_EXERCISE REQUIREMENTS_
In the listing below, find the line that contains "would help: what" and the line that contains "On a tree of". Quote both and every line between them, exactly, and nothing more.

----

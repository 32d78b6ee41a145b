"""What would help: what 10 % less of one element does to f_H, f_L and gain, and the proof of the largest three."""

from __future__ import annotations

from tauledger.record import Review
from tauledger.report.layout import Block, Prose, Row, Section, Table
from tauledger.report.marks import in_short, mark
from tauledger.report.wording import change, move, part_title, value_of


def what_would_help(review: Review) -> Section:
    """Give first-order effects of 10 % less per element, free cards first, and the exact ones where recomputed."""
    if not review.helps:
        return Section(())
    rows: list[Row] = []
    for one in review.helps:
        title = part_title(one.name, one.owner) + mark(one)
        value = value_of(one.name, one.owner, one.value, one.unit)
        rows.append(Row((title, value, move(one.f_high), move(one.f_low), move(one.gain))))
        if one.gain_rerun is not None:
            rows.append(
                Row(
                    (
                        "  recomputed",
                        "",
                        move(change(one.f_high_rerun_hz, review.f_high.exact_hz if review.f_high else None)),
                        move(change(one.f_low_rerun_hz, review.f_low.exact_hz if review.f_low else None)),
                        move(one.gain_rerun),
                    )
                )
            )
    head = ("WHAT WOULD HELP: 10 % less of", "value", "f_H", "f_L", "gain")
    blocks: list[Block] = [Table("lrrrr", head, tuple(rows))]
    told = ("to first order, operating point held", *in_short(review.helps))
    blocks.append(Prose("; ".join(told), lead="  "))
    return Section(tuple(blocks), major=True)
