"""The resistance that a node sees, as worked on paper, checked against the exact value and marked with its source.

On a tree of cells the rules are exact, and a resistor across base and emitter may count in r_π. Elsewhere the result is
accepted only within 1 % of the exact driving-point resistance; where it is not, a resistor that bridges a stage is
taken by Miller, R_F/(1 − K), or one loop is taken out, R0/(1 + T), then the branch form with the exact node ratios is
tried, and what is left is marked as solved.
"""

from __future__ import annotations

import math
from collections.abc import Sequence

import numpy as np
from msgspec.structs import replace

from tauledger.circuit import GROUND
from tauledger.hand.arrangements import SERIES
from tauledger.hand.branches import Branch, Walk, bare, branches, carrying, close, outside, total
from tauledger.hand.equivalent import EquivalentCircuit
from tauledger.hand.estimate import LookingIn, Resistance
from tauledger.hand.figures import plain
from tauledger.hand.folded import folded_in_r_pi
from tauledger.hand.miller import hand_gain

ACCEPTED = 0.01
LOOP_ACCEPTED = 0.005


def looking_in(circuit: EquivalentCircuit, node: str, label: str) -> LookingIn:
    """Give the resistance from a hand node to AC ground by hand, worked, and where its value comes from.

    label: what stands in the brackets of R(…). Accepted by rule within 1 % of the exact value; else as one loop within
    0.5 %, as branch form, or solved.
    """
    exact = circuit.z(node, node)
    walk = Walk()
    found = branches(circuit, node, frozenset(), walk)
    rule_ohm = total(found)
    spent = walk.left < 0
    if not spent and close(rule_ohm, exact, ACCEPTED):
        return LookingIn(rule_ohm, "looking in", _line(f"R({label})", found, rule_ohm), _resistances(found), "rule")
    folded = None if spent else _in_r_pi(circuit, node, label, exact)
    if folded is not None:
        return folded
    bridged = None if spent else _by_miller(circuit, node, label, exact)
    if bridged is not None:
        return bridged
    loop = None if spent else _one_loop(circuit, node, label, rule_ohm, exact)
    if loop is not None:
        return replace(loop, rule_ohm=rule_ohm)
    return _branch_form(circuit, node, label, exact, None if spent else rule_ohm) or LookingIn(
        exact,
        "solved",
        f"R({label}) = {plain(exact)}, solved" + ("" if spent else f"; {_misses(circuit)} gives {plain(rule_ohm)}"),
        _resistances(found),
        "solved",
        rule_ohm=None if spent else rule_ohm,
    )


def _misses(circuit: EquivalentCircuit) -> str:
    return "looking in without the capacitors that set the gain" if circuit.s_mid else "looking in without the loops"


def loop_resistance(circuit: EquivalentCircuit, node: str, k: int) -> float:
    """Give the exact driving-point resistance in ohm with the gm and g_mb of cell k set to 0.

    One rank-1 update: G − u·wᵀ with u from output to common and w the control vector; Sherman and Morrison, 1950.
    """
    cell = circuit.cells[k]
    size = len(circuit.nodes)
    u, w = np.zeros(size), np.zeros(size)
    for target, end, value in (
        (u, cell.output, 1.0),
        (u, cell.common, -1.0),
        (w, cell.control, cell.gm),
        (w, cell.common, -cell.gm - cell.g_mb),
        (w, cell.body or GROUND, cell.g_mb),
    ):
        if end != GROUND:
            target[circuit.row[end]] += value
    z, i = circuit.impedance, circuit.row[node]
    denominator = 1.0 - w @ z @ u
    return float(z[i, i] + (z[i] @ u) * (w @ z[:, i]) / denominator) if denominator else math.inf


def _in_r_pi(circuit: EquivalentCircuit, node: str, label: str, exact: float) -> LookingIn | None:
    """By the rules, with every resistor across base and emitter counted in r_π."""
    smaller, told = folded_in_r_pi(circuit)
    if not told:
        return None
    walk = Walk()
    found = branches(smaller, node, frozenset(), walk)
    if walk.left < 0 or not close(total(found), exact, ACCEPTED):
        return None
    text = "; ".join([_line(f"R({label})", found, total(found)), *told])
    return LookingIn(total(found), "looking in", text, _resistances(found), "rule")


def _by_miller(circuit: EquivalentCircuit, node: str, label: str, exact: float) -> LookingIn | None:
    """R_F/(1 − K) in parallel with what else is there: K the hand gain from the node to the resistor's far end."""
    for k in circuit.resistors_at.get(node, ()):
        resistor = circuit.resistors[k]
        far = resistor.other(node)
        if far == GROUND:
            continue
        gain = hand_gain(circuit, node, far)
        if gain.source != "rule" or gain.value >= 1.0 or not gain.text:
            continue
        walk = Walk()
        others = branches(circuit, node, frozenset({("R", k)}), walk)
        ohm = resistor.ohm / (1.0 - gain.value)
        found = [*others, Branch(resistor.name, ohm, f"{resistor.name}/(1 − K)", gain.text)]
        if walk.left >= 0 and close(total(found), exact, ACCEPTED):
            text = _line(f"R({label})", found, total(found))
            return LookingIn(total(found), f"looking in, {resistor.name} by Miller", text, _resistances(found), "rule")
    return None


def _one_loop(circuit: EquivalentCircuit, node: str, label: str, rule_ohm: float, exact: float) -> LookingIn | None:
    """R = R0/(1 + T): R0 by the rules with one gm at 0, where that is the exact resistance then, within 0.5 %."""
    best: tuple[float, int, list[Branch], float] | None = None
    for k, cell in enumerate(circuit.cells):
        without_ohm = loop_resistance(circuit, node, k)
        if not cell.gm or close(without_ohm, exact, LOOP_ACCEPTED):
            continue
        walk = Walk(muted=k)
        found = branches(circuit, node, frozenset(), walk)
        r0 = total(found)
        if walk.left < 0 or not close(r0, without_ohm, LOOP_ACCEPTED):
            continue
        change = abs(r0 - rule_ohm)
        if best is None or change < best[0]:
            best = (change, k, found, r0)
    if best is None:
        return None
    _, k, found, r0 = best
    owner = circuit.cells[k].owner
    t = r0 / exact - 1.0
    head = _line(f"R0({label}) with gm({owner}) = 0", found, r0)
    raised = " (the loop raises it)" if t < 0.0 else ""
    text = f"{head}; R = R0/(1 + T) = {plain(r0)}/{_one_plus(t)} = {plain(exact)}{raised}"
    return LookingIn(exact, f"one loop through {owner}", text, _resistances(found), "loop", loop_gain=t)


def _branch_form(
    circuit: EquivalentCircuit, node: str, label: str, exact: float, rule_ohm: float | None
) -> LookingIn | None:
    """1/R = Σ (1 − K_m)/R_m over passive branches, each raised or lowered by the exact ratio of its far end."""
    if any(node in (circuit.cells[k].output, circuit.cells[k].common) for k in circuit.cells_at.get(node, ())):
        return None
    links = [_link(circuit, node, k) for k in circuit.resistors_at.get(node, ())]
    for k in circuit.cells_at.get(node, ()):
        cell = circuit.cells[k]
        if not math.isinf(cell.r_pi):
            links.append(_divided(circuit, node, f"r_π({cell.owner})", cell.common, cell.r_pi))
    told = [link for link in links if link is not None]
    if not told or len(told) < len(links) or any(link.ohm <= 0.0 for link in told):
        return None
    if not close(total(told), exact, ACCEPTED):
        return None
    text = _line(f"R({label})", told, exact) + "; each branch divided by 1 − K of its far end"
    return LookingIn(exact, "branches with the solved ratios", text, _resistances(told), "branch", rule_ohm=rule_ohm)


def _link(circuit: EquivalentCircuit, node: str, k: int) -> Branch | None:
    """Take the branch that begins with resistor k: to ground where all behind it is passive, else to its far end.

    What is in series is joined first. None for a transistor's series resistance alone: paper knows no ratio across it.
    """
    resistor = circuit.resistors[k]
    far = resistor.other(node)
    if _passive(circuit, far, k, node):
        beyond = outside(circuit, far, frozenset({("R", k)}), Walk())
        if beyond.ohm == 0.0:
            return Branch(resistor.name, resistor.ohm, resistor.name)
        behind = bare(beyond.symbol) if beyond.terms == 1 else f"({beyond.symbol})"
        return Branch(resistor.name, resistor.ohm + beyond.ohm, f"({resistor.name} + {behind})")
    cells, resistors = circuit.cells_at.get(far, ()), circuit.resistors_at.get(far, ())
    if len(cells) == 1 and len(resistors) == 1:
        cell = circuit.cells[cells[0]]
        if far == cell.control not in (cell.common, cell.output) and not math.isinf(cell.r_pi):
            name = f"({resistor.name} + r_π({cell.owner}))"
            return _divided(circuit, node, name, cell.common, resistor.ohm + cell.r_pi)
    if not cells and len(resistors) == 2:
        after = circuit.resistors[next(other for other in resistors if other != k)]
        return _divided(circuit, node, f"({resistor.name} + {after.name})", after.other(far), resistor.ohm + after.ohm)
    inside = SERIES.fullmatch(resistor.name)
    if inside is not None and inside.group(1) in {cell.owner for cell in circuit.cells}:
        return None
    return _divided(circuit, node, resistor.name, far, resistor.ohm)


def _divided(circuit: EquivalentCircuit, node: str, name: str, far: str, ohm: float) -> Branch:
    rest = 1.0 - circuit.gain(node, far)
    value = ohm / rest if rest else math.inf
    return Branch(name, value, name if rest == 1.0 else f"{name}/{plain(rest)}")


def _passive(circuit: EquivalentCircuit, start: str, without: int, node: str) -> bool:
    """Say whether resistors alone lie behind `start`, resistor `without` taken out, and none leads back to `node`."""
    seen, ahead = {GROUND}, [start]
    while ahead:
        here = ahead.pop()
        if here in seen:
            continue
        seen.add(here)
        if here == node or circuit.cells_at.get(here):
            return False
        ahead += [circuit.resistors[k].other(here) for k in circuit.resistors_at.get(here, ()) if k != without]
    return True


def _line(head: str, found: Sequence[Branch], ohm: float) -> str:
    shown = carrying(found)
    if not shown:
        return f"{head} = {plain(ohm)}"
    symbols = " ‖ ".join(branch.symbol for branch in shown) if len(shown) > 1 else bare(shown[0].symbol)
    values = " ‖ ".join(plain(branch.ohm) for branch in shown)
    parts = [head, symbols, values] if len(shown) == 1 else [head, symbols, values, plain(ohm)]
    return "; ".join([" = ".join(parts), *(branch.detail for branch in shown if branch.detail)])


def _resistances(found: Sequence[Branch]) -> tuple[Resistance, ...]:
    return tuple(Resistance(branch.symbol, branch.ohm) for branch in carrying(found))


def _one_plus(t: float) -> str:
    return f"(1 + {plain(t)})" if t >= 0.0 else f"(1 − {plain(-t)})"
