def _settings(netlist: Netlist, change: Change, scope: Scope, faults: list[Diagnostic]) -> dict[str, float]:
    """Give temp and tnom in °C, gmin in S and scale where they are set; `.temp` wins over `.options temp`.

    Of several of one kind the last counts.
    """
    values = {"temp": ROOM_C, "tnom": ROOM_C}
    for number in netlist.options:
        site = Site(netlist.files, netlist.cards[number])
        for setting in option_settings(site, netlist.items[number]):
            name = fold(setting.name.text)
            if name in WITHOUT_EFFECT:
                scope.notes.append(ReadingNote(site.where, f"option {name}: {WITHOUT_EFFECT[name]}"))
            if name not in EFFECTIVE:
                continue
            try:
                values[name] = plain_value(site, setting.value, scope)
                if name == "gmin" and not values[name] >= 0.0:
                    raise site.fault(setting.value, "gmin must be 0 or more")
                if name in ("scale", "rshunt", "cshunt", *GEOMETRY) and not values[name] > 0.0:
                    raise site.fault(setting.value, f"{name} must be greater than 0")
                if name in ("temp", "tnom"):
                    _check_temperature(site, setting.value, values[name])
            except NetlistError as error:
                faults.extend(error.diagnostics)
    for number in netlist.temperatures:
        site = Site(netlist.files, netlist.cards[number])
        if not counts(netlist, number, scope):
            continue
        value = next(item for item in flattened(netlist.items[number][1:]) if not isinstance(item, Setting))
        try:
            values["temp"] = plain_value(site, value, scope)
            _check_temperature(site, value, values["temp"])
        except NetlistError as error:
            faults.extend(error.diagnostics)
    if change.temperature_c is not None:
        if not ABSOLUTE_ZERO_C < change.temperature_c < math.inf:
            raise InputError(f"{change.temperature_c:g} °C is no temperature", "absolute zero is -273.15 °C")
        values["temp"] = change.temperature_c
    return values


def _check_temperature(site: Site, item: Value, celsius: float) -> None:
    if not ABSOLUTE_ZERO_C < celsius < math.inf:
        raise site.fault(item, f"{celsius:g} °C is no temperature", "absolute zero is -273.15 °C")


def _check_ground(netlist: Netlist, draft: Draft) -> None:
    if not draft.rows and not draft.elements:
        raise InputError(
            f"{visible(netlist.path)} has no elements", "the first line is the title: is a card lost there?"
        )
    connected = any(0 in e.nodes for e in draft.elements) or any(
        0 in (row.a, row.b) if isinstance(row, Row) else 0 in row.a or 0 in row.b for row in draft.rows
    )
    if not connected:
        raise InputError("no element is connected to ground", "call one node 0: all voltages are taken against it")


def _drive(draft: Draft, wanted: str | None, untitled: ReadingNote | None) -> Driven:
    """Choose what is driven; where nothing is, a title that was forgotten may be why."""
    try:
        return choose_drive(draft.elements, wanted, supplied=_supplied(draft))
    except InputError as error:
        if untitled is None:
            raise
        raise InputError(error.message, f"{error.hint}\n  {untitled.where}: {untitled.says}") from error


def _supplied(draft: Draft) -> frozenset[int]:
    """Give the nodes that feed collectors and drains: directly, or through one resistor or inductor."""
    fed = {element.nodes[0] for element in draft.elements if element.letter in "QMJZ"}
    if any(element.parameter("acmag", 0.0) != 0.0 for element in draft.elements if element.letter in "VI"):
        return frozenset()
    through = passives(draft)
    ends = [(a, b) for k, a, b in zip(through.kind, through.a.tolist(), through.b.tolist(), strict=True) if k in "RL"]
    beyond = {b for a, b in ends if a in fed} | {a for a, b in ends if b in fed}
    return frozenset((fed | beyond) - {0})


def _currents(draft: Draft) -> dict[str, Port]:
    """Give the elements whose current can be an output, with the nodes between which they stand."""
    found = {
        element.name: Port(draft.nodes[element.nodes[0]], draft.nodes[element.nodes[1]])
        for element in draft.elements
        if element.letter == "V"
    }
    found |= {name: Port(draft.nodes[a], draft.nodes[b]) for name, a, b in inductors(draft)}
    return found


def _add_shunts(netlist: Netlist, draft: Draft, scope: Scope, settings: dict[str, float]) -> tuple[str, ...]:
    """Put what `.options rshunt` and cshunt ask for from every node to ground, as elements with names of their own.

    Gives the options that are left to the engine: rshunt where devices have nodes inside, which it loads as well.
    """
    left: list[str] = []
    for option, kind, words, unit in (("rshunt", "R", "a resistor", "Ω"), ("cshunt", "C", "a capacitor", "F")):
        if option not in settings:
            continue
        number, setting = _last_of(netlist, option)
        site = Site(netlist.files, netlist.cards[number])
        says = f"{words} of {settings[option]:.6g} {unit} stands from every node to ground: {kind}shunt.<node>"
        inside = [element for element in draft.elements if _has_inner_nodes(draft, element)]
        if option == "rshunt" and inside:
            left.append(option)
            says += f"; ngspice puts one to every node inside a device as well ({visible(inside[0].name)}), as here"
            unknown = [element.name for element in inside if element.letter not in WITH_INNER_NODES]
            if unknown:
                fault = site.fault(
                    setting,
                    f"rshunt loads the nodes inside {visible(unknown[0])} too, which is not supported",
                    f"write resistors from the nodes that need them, e.g. Rs1 node 0 {settings[option]:.6g}",
                )
                draft.refusals.extend(fault.diagnostics)
        else:
            for node, name in enumerate(draft.nodes[1:], 1):
                draft.rows.append(Row(kind, f"{kind}shunt.{name}", node, 0, settings[option], ADDED, 0))
        scope.notes.append(ReadingNote(site.where, says))
    return tuple(left)


def _default_geometry(draft: Draft, settings: dict[str, float]) -> None:
    """Give transistors what `.options defl`, defw and defad hold for those whose card does not."""
    given = {name: settings[option] for option, name in GEOMETRY.items() if option in settings}
    for k, element in enumerate(draft.elements):
        model = draft.models.get(fold(element.model)) if given and element.letter == "M" else None
        if model is not None and model.level in GEOMETRY_LEVELS and model.type in ("nmos", "pmos"):
            draft.elements[k] = replace(element, parameters=tuple({**given, **dict(element.parameters)}.items()))


def _last_of(netlist: Netlist, option: str) -> tuple[int, Setting]:
    """Find the card and the setting of an option that counts."""
    found = [
        (number, setting)
        for number in netlist.options
        for setting in option_settings(Site(netlist.files, netlist.cards[number]), netlist.items[number])
        if fold(setting.name.text) == option
    ]
    return found[-1]


def _has_inner_nodes(draft: Draft, element: Element) -> bool:
    """Say whether an element may have nodes inside.

    A line has, an R, C or L given by a formula, and a device whose model has a resistance or is none of the simple
    ones.
    """
    if element.letter in "TO" or (element.letter in PASSIVES and element.formula is not None):
        return True
    model = draft.models.get(fold(element.model))
    if model is None or element.letter not in WITH_INNER_NODES:
        return False
    return model.level not in SIMPLE_LEVELS or any(model.parameter(name, 0.0) for name in INNER_RESISTANCES)


def _add_loads(draft: Draft, change: Change, currents: dict[str, Port]) -> None:
    for load in change.loads:
        check_finite("load", load.value)
        if load.value < 0.0 or (load.kind == "R" and load.value == 0.0):
            raise InputError(f"a load of {load.value:g} is not possible", "give a value greater than 0")
        port = parse_port(f"v({load.plus},{load.minus})", draft.nodes, currents)
        ends = port.plus if port.minus == GROUND else f"{port.plus}, {port.minus}"
        name = f"{load.kind} added at {ends}"
        number = 1
        while fold(name) in draft.taken:
            number += 1
            name = f"{load.kind} added at {ends}, {number}"
        draft.taken[fold(name)] = ADDED
        a, b = draft.numbers[fold(port.plus)], draft.numbers[fold(port.minus)]
        draft.rows.append(Row(load.kind, name, a, b, load.value, ADDED, 0))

----

_RESULT OF THIS TASK_
"""What would help: what 10 % less of one element does to f_H, f_L and gain, and the proof of the largest three."""

from __future__ import annotations

from tauledger.record import Review
from tauledger.report.layout import Block, Prose, Row, Section, Table
from tauledger.report.marks import in_short, mark
from tauledger.report.wording import change, move, part_title, value_of


def what_would_help(review: Review) -> Section:
    """Give first-order effects of 10 % less per element, free cards first, and the exact ones where recomputed."""
    if not review.helps:
        return Section(())
    rows: list[Row] = []
    for one in review.helps:
        title = part_title(one.name, one.owner) + mark(one)
        value = value_of(one.name, one.owner, one.value, one.unit)
        rows.append(Row((title, value, move(one.f_high), move(one.f_low), move(one.gain))))
        if one.gain_rerun is not None:
            rows.append(
                Row(
                    (
                        "  recomputed",
                        "",
                        move(change(one.f_high_rerun_hz, review.f_high.exact_hz if review.f_high else None)),
                        move(change(one.f_low_rerun_hz, review.f_low.exact_hz if review.f_low else None)),
                        move(one.gain_rerun),
                    )
                )
            )
    head = ("WHAT WOULD HELP: 10 % less of", "value", "f_H", "f_L", "gain")
    blocks: list[Block] = [Table("lrrrr", head, tuple(rows))]
    told = ("to first order, operating point held", *in_short(review.helps))
    blocks.append(Prose("; ".join(told), lead="  "))
    return Section(tuple(blocks), major=True)
"""The resistance that a node sees, as worked on paper, checked against the exact value and marked with its source.

On a tree of cells the rules are exact, and a resistor across base and emitter may count in r_π. Elsewhere the result is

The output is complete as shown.